**MATERIAL SHOWN**.
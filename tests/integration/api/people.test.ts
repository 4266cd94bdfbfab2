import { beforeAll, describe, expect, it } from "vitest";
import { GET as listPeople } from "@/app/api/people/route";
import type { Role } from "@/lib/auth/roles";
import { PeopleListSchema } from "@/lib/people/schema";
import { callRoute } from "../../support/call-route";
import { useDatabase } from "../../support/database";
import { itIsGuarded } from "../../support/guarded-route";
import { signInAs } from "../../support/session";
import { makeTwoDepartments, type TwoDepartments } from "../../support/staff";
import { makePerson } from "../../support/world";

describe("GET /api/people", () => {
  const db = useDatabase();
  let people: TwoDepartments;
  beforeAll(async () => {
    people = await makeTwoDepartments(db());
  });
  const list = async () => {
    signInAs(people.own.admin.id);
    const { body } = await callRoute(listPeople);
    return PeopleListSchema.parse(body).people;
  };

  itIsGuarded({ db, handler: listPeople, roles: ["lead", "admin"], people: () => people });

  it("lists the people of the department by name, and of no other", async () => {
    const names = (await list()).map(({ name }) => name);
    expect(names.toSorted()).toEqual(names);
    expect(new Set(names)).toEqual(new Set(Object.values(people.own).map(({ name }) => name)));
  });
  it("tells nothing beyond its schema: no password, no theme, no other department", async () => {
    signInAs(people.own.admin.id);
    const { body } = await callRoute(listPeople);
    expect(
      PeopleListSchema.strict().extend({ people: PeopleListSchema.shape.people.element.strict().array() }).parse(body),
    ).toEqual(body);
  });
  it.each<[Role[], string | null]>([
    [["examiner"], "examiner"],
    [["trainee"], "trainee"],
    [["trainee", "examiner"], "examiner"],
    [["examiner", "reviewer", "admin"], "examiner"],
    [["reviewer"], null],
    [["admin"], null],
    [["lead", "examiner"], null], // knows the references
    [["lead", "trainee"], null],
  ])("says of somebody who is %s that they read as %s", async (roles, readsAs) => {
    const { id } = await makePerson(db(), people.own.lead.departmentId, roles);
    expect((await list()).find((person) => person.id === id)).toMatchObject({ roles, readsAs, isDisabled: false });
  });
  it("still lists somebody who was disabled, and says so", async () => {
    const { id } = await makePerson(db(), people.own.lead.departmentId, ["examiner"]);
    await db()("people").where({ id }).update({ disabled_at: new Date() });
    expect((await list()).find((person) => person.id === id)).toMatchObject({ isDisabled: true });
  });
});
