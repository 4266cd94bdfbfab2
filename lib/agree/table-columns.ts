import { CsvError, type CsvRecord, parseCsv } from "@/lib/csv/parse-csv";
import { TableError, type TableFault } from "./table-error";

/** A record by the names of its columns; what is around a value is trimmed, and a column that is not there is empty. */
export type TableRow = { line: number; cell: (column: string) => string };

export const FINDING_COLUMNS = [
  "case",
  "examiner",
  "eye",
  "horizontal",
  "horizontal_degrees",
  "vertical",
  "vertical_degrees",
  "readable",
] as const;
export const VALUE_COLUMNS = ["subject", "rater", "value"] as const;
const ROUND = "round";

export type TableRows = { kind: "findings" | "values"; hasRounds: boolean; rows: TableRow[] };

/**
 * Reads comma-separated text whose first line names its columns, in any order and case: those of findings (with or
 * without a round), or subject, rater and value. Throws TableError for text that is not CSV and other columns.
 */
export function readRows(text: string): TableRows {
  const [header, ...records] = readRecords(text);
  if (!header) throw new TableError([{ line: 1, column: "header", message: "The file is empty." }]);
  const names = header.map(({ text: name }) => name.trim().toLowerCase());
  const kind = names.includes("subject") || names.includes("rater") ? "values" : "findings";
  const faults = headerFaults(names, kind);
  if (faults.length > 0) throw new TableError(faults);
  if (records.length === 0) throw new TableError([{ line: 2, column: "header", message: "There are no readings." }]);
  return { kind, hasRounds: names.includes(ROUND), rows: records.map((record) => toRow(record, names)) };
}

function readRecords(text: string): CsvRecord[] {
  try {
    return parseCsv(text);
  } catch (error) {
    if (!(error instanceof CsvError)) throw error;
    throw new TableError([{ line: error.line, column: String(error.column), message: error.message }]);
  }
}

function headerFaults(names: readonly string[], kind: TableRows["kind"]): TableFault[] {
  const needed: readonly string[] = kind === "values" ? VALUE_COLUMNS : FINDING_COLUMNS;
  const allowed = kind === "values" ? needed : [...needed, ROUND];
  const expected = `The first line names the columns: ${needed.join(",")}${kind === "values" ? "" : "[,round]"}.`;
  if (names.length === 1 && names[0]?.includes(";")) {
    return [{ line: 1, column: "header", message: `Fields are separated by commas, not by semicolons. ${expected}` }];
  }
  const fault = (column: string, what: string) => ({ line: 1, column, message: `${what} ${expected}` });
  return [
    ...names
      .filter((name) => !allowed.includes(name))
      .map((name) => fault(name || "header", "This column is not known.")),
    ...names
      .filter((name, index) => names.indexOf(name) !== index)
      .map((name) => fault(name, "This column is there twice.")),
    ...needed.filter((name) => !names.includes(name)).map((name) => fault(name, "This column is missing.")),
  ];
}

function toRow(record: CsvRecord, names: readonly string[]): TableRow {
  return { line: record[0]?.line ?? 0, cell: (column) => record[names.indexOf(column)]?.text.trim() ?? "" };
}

**ASSIGNMENT**. The result should consist solely of the lines from the one that contains "function toRow(record: CsvRecord, names: readonly" to the last line of the records above, reproduced exactly.

**ANSWER BOX**.
function toRow(record: CsvRecord, names: readonly string[]): TableRow {
  return { line: record[0]?.line ?? 0, cell: (column) => record[names.indexOf(column)]?.text.trim() ?? "" };
}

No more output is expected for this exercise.